Ein kapitalmarktpolitisches oder praktisches Bedürfnis für die Einführung der "Briefwahl" ist nicht erkennbar. Vielmehr sprechen praktische Erwägungen gegen eine Stimmrechtsausübung außerhalb der Hauptversammlung. Ein Bedürfnis für eine schriftliche Vorab-Stimmrechtsausübung und eine Zuleitung dieser Ausübung an den Emittenten per Post besteht unter dem Gesichtspunkt der Erleichterung der Stimmrechtsausübung nicht. Zu berücksichtigen ist ferner die Problematik möglicher Änderungen bei Abstimmungsverfahren während der Hauptversammlung (siehe oben, Ziffer 4 zu Artikel 5 a. E.). Die bei einer "Briefwahl" erforderliche frühzeitige Festlegung nähme dem Aktionär die Möglichkeit, im Falle aktueller Entwicklungen in Kenntnis sämtlicher entscheidungsrelevanter Fakten abzustimmen. Dies gilt beispielsweise im Hinblick auf während der Hauptversammlung gestellte Gegenanträge und neue Beschlussvorschläge. Auch eine gegebenenfalls künftige Stimmabgabe in elektronischer Form und zusätzlich zur Präsenz-Hauptversammlung ist lediglich zum Zeitpunkt der Abstimmung auf der Hauptversammlung möglich, nicht aber davor oder danach. Ein Bedürfnis für eine Stimmrechtsausübung außerhalb der Hauptversammlung ist nicht erkennbar. Die Schaffung der logistischen Voraussetzungen zur Durchführung der "Briefwahl", insbesondere die Notwendigkeit, entsprechende Unterlagen zu versenden, würde einen unangemessenen Aufwand bei den betroffenen Unternehmen nach sich ziehen. Hinzu kämen womöglich rechtliche Unsicherheiten - etwa hinsichtlich des Nachweises des rechtzeitigen Zugangs der Wahlunterlagen.
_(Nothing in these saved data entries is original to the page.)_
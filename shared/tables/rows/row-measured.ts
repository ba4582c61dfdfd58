import { pointOf, type Point } from './branch-reading'
import type { Branch } from '../columns/branches'
import { fault, nothing, quoted, type Finding, type Found, type ReadCell } from '../readers/finding'
import { keptFinding } from './kept-rows'
import { columnFor } from '../columns/plan'
import { readConcentration, type Concentration } from '../readers/concentration'
import { readDateCell, readDirection, readLimit, readPlainNumber, readSamples } from '../readers/others'
import { readSaltCell, type NamedSalt } from '../readers/salt'
import type { RowContext, RowReading } from './row-context'
import { placeOf, type Place } from './row-place'
import { wordsOfRow } from './row-words'
import type { FoundReading } from '../types'

const noText: ReadCell = { text: '' }

/** Reads what was measured in a row: its place on the curve, its cloud points and what is told about them. */
export function readMeasured(cells: readonly ReadCell[], context: RowContext): RowReading {
  const { plan, branches } = context
  const cellAt = (column: number) => cells[column] ?? noText
  const optional = <T>(meaning: Parameters<typeof columnFor>[1], read: (cell: ReadCell, column: NonNullable<ReturnType<typeof columnFor>>) => Found<T>): Found<T> => {
    const column = columnFor(plan, meaning)
    return column ? read(cellAt(column.index), column) : { value: null, findings: [] }
  }
  const samples = optional('samples', (cell, column) => readSamples(cell, column, plan))
  const points = branches.map(branch => ({ branch, ...pointOf(cellAt, branch, plan, samples.value) }))
  const named = optional('salt', (cell, column) => readSaltCell(cell, column.index))
  const stated = optional('concentration', (cell, column) => readConcentration(cell, column, plan))
  // A dash beside "blank" says that there is no salt, not that its amount is missing.
  const isDash = named.value?.salt === null && stated.findings.some(({ code }) => code === 'not-determined')
  const concentration = isDash ? nothing : stated
  const others = {
    date: optional('date', (cell, column) => readDateCell(cell, column, plan)),
    direction: optional('direction', readDirection),
    limit: optional('limit', readLimit),
    rate: optional('rate', (cell, column) => readPlainNumber(cell, column, plan, 'rate')),
    ph: optional('pH', (cell, column) => readPlainNumber(cell, column, plan, 'pH')),
  }
  const words = wordsOfRow(cells, context)
  const found = points.flatMap(({ point, branch }) => point ? [{ point, branch }] : [])
  const pointFindings = points.flatMap(({ findings }) => findings)
  const findings = [...samples.findings, ...concentration.findings, ...aboutSalt(named, concentration), ...Object.values(others).flatMap(other => other.findings), ...words.findings]
  if (found.length === 0) return withoutPoint([...findings, ...pointFindings], pointFindings, context)
  const place = placeOf(concentration, named, found, context)
  const readings = place.value === null
    ? []
    : found.flatMap(({ point, branch }) => readingOf(point, branch, place.value, {
        direction: branch.direction ?? others.direction.value, limit: point.limit === 'exact' ? others.limit.value ?? 'exact' : point.limit,
        rate: others.rate.value, ph: others.ph.value, date: others.date.value, ...words.value,
      }))
  return { findings: [...findings, ...pointFindings, ...place.findings], readings: onceEach(readings) }
}

/** Where there is no salt, its name does not matter: "control" at concentration 0 is a blank. */
function aboutSalt(named: Found<NamedSalt>, concentration: Found<Concentration>): Finding[] {
  const isBlank = concentration.value?.x.value === 0
  return named.findings.filter(({ tone, suggestion }) => !isBlank || tone === 'taken' || suggestion !== undefined)
}

/** A row that gives no cloud point is kept, unless something in it could not be read. */
function withoutPoint(findings: Finding[], pointFindings: readonly Finding[], { plan, branches }: RowContext): RowReading {
  if (branches.length === 0) {
    return { findings: [...findings, fault(null, 'no-cloud-point', 'No column of cloud points', 'Say which column holds the cloud points.')], readings: [] }
  }
  if (pointFindings.some(({ tone }) => tone !== 'taken')) return { findings, readings: [] }
  const undetermined = pointFindings.find(({ code }) => code === 'not-determined')
  const kept = undetermined
    ? keptFinding('not-determined', undetermined.message, 'No cloud point to take. Kept with the file, not a reading.', undetermined.column)
    : keptFinding('no-cloud-point', 'No cloud point', `Nothing stands under ${quoted(plan.columns.find(({ meaning }) => meaning === 'cloud-point')?.header ?? 'cloud point')}. Kept with the file, not a reading.`)
  return { findings: [kept], readings: [] }
}

type About = Pick<FoundReading, 'direction' | 'limit' | 'rate' | 'ph' | 'date' | 'batch' | 'note' | 'setAside'>

function readingOf(point: Point, branch: Branch, place: Place | null, about: About): FoundReading[] {
  if (!place) return []
  const salt = place.x === 0 ? null : branch.salt ?? place.salt
  return [{ row: 0, ...point, salt, x: place.x, scale: place.scale, ...about }]
}

/** A blank that stands under every salt of a wide row is one measurement. */
function onceEach(readings: readonly FoundReading[]): FoundReading[] {
  const keyOf = ({ x, y, direction, limit }: FoundReading) => x === 0 ? `${y}|${direction}|${limit}` : null
  return readings.filter((reading, index) => keyOf(reading) === null || readings.findIndex(other => keyOf(other) === keyOf(reading)) === index)
}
- Zu Artikel 13 - Weisungsgebundene Abstimmung
Absatz 4 sollte im Hinblick auf die Erläuterung in Nummer 2.2.9 des Richtlinienvorschlags sprachlich klarer gefasst werden. Im Richtlinientext sollte also zum Ausdruck kommen, dass Personen oder Einrichtungen, die Aktien ein und desselben Emittenten im Namen mehrerer Anleger in einem Sammelkonto halten, die Stimmrechte bei unterschiedlichen Weisungen dementsprechend aufteilen können.
- Zu Artikel 15 - Information nach der Hauptversammlung
Eine Veröffentlichung der Abstimmungsergebnisse durch den Emittenten auf seiner Internet-Webseite in dem in Absatz 2 genannten Umfang wird begrüßt. Zu vergegenwärtigen ist, dass diese Publikation ausschließlich zusätzlich zu den vorhandenen Publizitätspflichten tritt (zum Handelsregister einzureichende und öffentliche Hauptversammlungsniederschrift, Einsicht in das Teilnehmerverzeichnis und Auskunftsanspruch hinsichtlich der gefassten Beschlüsse gemäß § 130 Abs. 5, § 125 Abs. 4 und § 129 Abs. 4 Satz 2 AktG) und diese nicht ersetzen kann. Insofern sollte wiederum geprüft werden, ob die Bestimmung in eine Empfehlung anstatt in eine verbindliche Richtlinie aufgenommen werden sollte.